In my opinion, padding and guards make you complacent in your training, there is no _real_ danger, and strikes are not appreciated as properly as a live weapon or the full impact of a fighting stick.  I train without pads or guards, but emphasis is put onto avoiding being hit, guaging correct distance to anticipate whether each strike will connect or not, and practise the technical way of entering and disarming an opponent in a sparing situation.

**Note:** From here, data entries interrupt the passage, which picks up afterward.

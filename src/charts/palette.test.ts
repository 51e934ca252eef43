import { readFileSync } from 'node:fs';
import { describe, expect, it } from 'vitest';
import { darkTheme, leastSeriesDistance, lightTheme, type ChartTheme } from './palette.ts';

/** sRGB to linear light: IEC 61966-2-1. */
const linear = (hex: string): number[] =>
  [1, 3, 5].map((at) => {
    const channel = parseInt(hex.slice(at, at + 2), 16) / 255;
    return channel <= 0.04045 ? channel / 12.92 : ((channel + 0.055) / 1.055) ** 2.4;
  });

const times = (matrix: number[][], vector: number[]): number[] =>
  matrix.map((row) => row.reduce((sum, weight, index) => sum + weight * vector[index]!, 0));

/** Simulated vision in linear light at full severity: Machado, Oliveira & Fernandes (2009), table of matrices (from memory). */
const visions: Record<string, number[][]> = {
  full: [
    [1, 0, 0],
    [0, 1, 0],
    [0, 0, 1],
  ],
  protanopia: [
    [0.152286, 1.052583, -0.204868],
    [0.114503, 0.786281, 0.099216],
    [-0.003882, -0.048116, 1.051998],
  ],
  deuteranopia: [
    [0.367322, 0.860646, -0.227968],
    [0.280085, 0.672501, 0.047413],
    [-0.01182, 0.04294, 0.968881],
  ],
  tritanopia: [
    [1.255528, -0.076749, -0.178779],
    [-0.078411, 0.930809, 0.147602],
    [0.004733, 0.691367, 0.3039],
  ],
};

/** CIE 1976 L*a*b* under D65: the CIE's published formulas. */
function labOf(hex: string, vision: number[][]): number[] {
  const seen = times(vision, linear(hex)).map((channel) => Math.min(1, Math.max(0, channel)));
  const [x, y, z] = times(
    [
      [0.4124564 / 0.95047, 0.3575761 / 0.95047, 0.1804375 / 0.95047],
      [0.2126729, 0.7151522, 0.072175],
      [0.0193339 / 1.08883, 0.119192 / 1.08883, 0.9503041 / 1.08883],
    ],
    seen,
  ).map((value) => (value > 216 / 24389 ? Math.cbrt(value) : ((24389 / 27) * value + 16) / 116)) as [
    number,
    number,
    number,
  ];
  return [116 * y - 16, 500 * (x - y), 200 * (y - z)];
}

/** WCAG 2.2, relative luminance and contrast ratio. */
function contrast(one: string, other: string): number {
  const [dark, light] = [one, other].map((hex) => labLuminance(hex)).sort((a, b) => a - b) as [number, number];
  return (light + 0.05) / (dark + 0.05);
}
const labLuminance = (hex: string): number => times([[0.2126, 0.7152, 0.0722]], linear(hex))[0]!;

const themes: [string, ChartTheme][] = [
  ['light', lightTheme],
  ['dark', darkTheme],
];

describe.each(themes)('the %s series colours', (_, theme) => {
  it.each(Object.keys(visions))('stay apart in %s vision', (vision) => {
    const labs = theme.series.map((hex) => labOf(hex, visions[vision]!));
    const distances = labs.flatMap((one, index) =>
      labs.slice(0, index).map((other) => Math.hypot(...one.map((value, axis) => value - other[axis]!))),
    );
    expect(Math.min(...distances)).toBeGreaterThanOrEqual(leastSeriesDistance);
  });

  it('reach the contrast of 3 that WCAG 2.2 (1.4.11) asks of graphics, on paper and on panel', () => {
    for (const hex of theme.series) {
      expect(contrast(hex, theme.paper)).toBeGreaterThanOrEqual(3);
      expect(contrast(hex, theme.panel)).toBeGreaterThanOrEqual(3);
    }
  });
});

it('the server-side themes repeat the colours that the pages use', () => {
  const css = readFileSync('src/styles/global.css', 'utf8');
  const hexOf = (triple: string) =>
    `#${triple
      .trim()
      .split(/\s+/)
      .map((part) => Number(part).toString(16).padStart(2, '0'))
      .join('')}`.toUpperCase();
  for (const name of [
    'paper',
    'panel',
    'glass',
    'rule',
    'ink',
    'soft',
    'bromo',
    'methyl',
    'malachite',
    'phenol',
    'congo',
  ] as const) {
    const [light, dark] = [...css.matchAll(new RegExp(`--${name}: ([\\d ]+);`, 'g'))].map((match) => hexOf(match[1]!));
    expect([name, lightTheme[name], darkTheme[name]]).toEqual([name, light, dark]);
  }
});
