/** Stops a job: what its complete prefix holds is kept and charged, everything else is given back. */
import { afterCommit, inWriteTransaction } from '@db/in-write-transaction.ts';
import type { JobDocument } from '@/contracts/jobs.ts';
import { stepJob } from '@/domain/jobs/job-state.ts';
import { accept, refuse, type Result } from '@/domain/refusals.ts';
import type { Actor } from '@/domain/teams/actor.ts';
import { authorise } from '../teams/authorise.ts';
import { endJob } from './end-job.ts';
import { findJob } from './find-job.ts';
import { announceJobChange, wakeDispatcher } from './job-changes.ts';
import { presentJob } from './present-job.ts';

export async function cancelJob(options: {
  actor: Actor;
  team: string;
  job: string;
}): Promise<Result<{ job: JobDocument }>> {
  const authorised = await authorise({ actor: options.actor, team: options.team, permission: 'jobs:launch' });
  if (!authorised.ok) return authorised;
  return inWriteTransaction(async () => {
    const found = await findJob({ teamId: authorised.value.team.id, job: options.job });
    if (!found.ok) return found;
    const job = found.value;
    const step = stepJob(job.state, 'cancelled');
    if (!step.ok) return step;
    if (job.ending)
      return refuse('job_not_running', 'This job has computed all it will; its results are being written.');
    await endJob(job, {
      state: 'cancelled',
      reason: 'cancelled',
      detail:
        job.replicatesDone > 0
          ? `Cancelled; the first ${job.replicatesDone.toLocaleString('en')} replicates were kept and charged.`
          : 'Cancelled before a replicate was complete; nothing was charged.',
      failure: null,
    });
    afterCommit(() => {
      announceJobChange(job.id);
      wakeDispatcher(job.id);
    });
    return accept({ job: await presentJob(job) });
  });
}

It just requires a little control from your partner to pull at the last second or be able to indicate the strike, on your side there must be acceptance that "yes i got hit" and not try to deny the contact.  Over the years, this has made me appreciate strikes and attacks much more.  As you build up the technique and skill, up the speed and "reality"


----------



## MJS (Sep 12, 2008)

MahaKaal said:


> In my opinion, padding and guards make you complacent in your training, there is no _real_ danger, and strikes are not appreciated as properly as a live weapon or the full impact of a fighting stick. I train without pads or guards, but emphasis is put onto avoiding being hit, guaging correct distance to anticipate whether each strike will connect or not, and practise the technical way of entering and disarming an opponent in a sparing situation.
> 
> It just requires a little control from your partner to pull at the last second or be able to indicate the strike, on your side there must be acceptance that "yes i got hit" and not try to deny the contact. Over the years, this has made me appreciate strikes and attacks much more. As you build up the technique and skill, up the speed and "reality"


 
Just for clarification, I'm not talking about padding up in something like a redman suit, but more of what you would see the Dog Bros wearing.  While I understand that gear could result in you not 'respecting' the shot you just received, taking a hit to the head without gear would find you without training partners and possibly in the ER.  Pulling the strike, as you indicate, will, IMO, do more dis-service to the student.  If someone was really trying to hit me in the street with a stick or another hard impact weapon, will they pull that strike at the last minute?  Not likely. 

Even with the gear, and you said the same thing in your last paragraph, you still need to acknowledge the hit.  Even with gear, the 'fear' or intimidation is still there.  Of course, like anyone who wants to train with some realism, there needs to be a commitment with the strikes. 

Mike


----------



## Datu Tim Hartman (Sep 12, 2008)

Get a pair of smak-stiks.


----------



## Andrew Green (Sep 12, 2008)

MJS said:


> A few guys that I train with from my Arnis group are looking to up our training a bit.  This will include doing more stick sparring, as well as taking individual techniques and pressure testing them a bit more, to see what, if any changes, will be needed to make it work, when someone is a) resisting, and b) really taking a hard swing at you.
> 
> We all have jobs that we need to go to, so being laid up for 2 weeks with a serious injury is pretty much out of the question.
> 
> ...



I prefer padded sticks, you get more mobility and armor tends to have weak spots where you often need the protection the most.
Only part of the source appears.